あなたと私で異なる「美しさを指し示すこころの動き」で、だいたい重なる、共通する部分に「美しい」という言葉がある。
私の美しさは、言葉を重ねることでよりはっきりと輪郭を示すことができる。たとえば、「私の『美しい』とは、小学生のころ、遊びの帰り、友達と見た夕日の美しさ」と表現しよう。表現の積み重ねによって、楕円の余白が埋められる。私の楕円がより精度高く近似されたように思われる。しかしそれはまやかしである。このとき重ねられた言葉にも、それぞれ、私とあなたで違う余白を持つ。
私とあなたでは生きた時代も場所も違うから、小学生のイメージは違うし、好きな遊びも違う。友達に至っては全く別人だ。夕日だけが同じかもしれない。
私たちが言葉で表現しようとするとき、言葉は共有に最適化されているために、切り捨てられる余白が生じてしまう。言葉をどんなに重ねても、切り捨てられる余白も積み重なり、美しさの楕円を完全に再現することはできない。私たちは言葉で考える。言葉で表現しきらないものは「わからない」、理解できない。
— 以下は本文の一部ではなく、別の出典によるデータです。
/// An `%AM` group being collected: name, position, data blocks.
type PendingMacro<'a> = (&'a str, Pos, Vec<(Cow<'a, str>, Pos)>);

/// Reads commands and hands each to a sink as soon as it is parsed (no command list is
/// built, and a command is constructed where the sink receives it).
pub struct Parser<'a> {
    lexer: Lexer<'a>,
    file: &'a str,
    /// Warnings found while parsing, in file order.
    pub warnings: Vec<Warning>,
    macro_def: Option<PendingMacro<'a>>,
    /// Coordinates with a decimal point are reported once per file.
    decimal_point_warned: bool,
    /// The sink asked to stop (end of file reached).
    stopped: bool,
}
生きる意味をどう言葉で表現しても、「考えても」、いつもしっくりこない。これを繰り返すと、「わからない」が「ない」に近づいていく。
「わからない」と「ない」は、同じではない。生きる意味が分からないからと言って「ない」わけではない。
考えてもわからないとき、その存在を、どのようにとらえればよいだろうか。
「考えるな、感じろ。」”Don't think, feel.”(ブルースリー、ドラゴンへの道)になるだろう。
考えてわからないことは、体験として感じ取り、経験するしかない。言葉は、他者との意味の共有に最適化されているが、個人的な体験を記録することは難しい。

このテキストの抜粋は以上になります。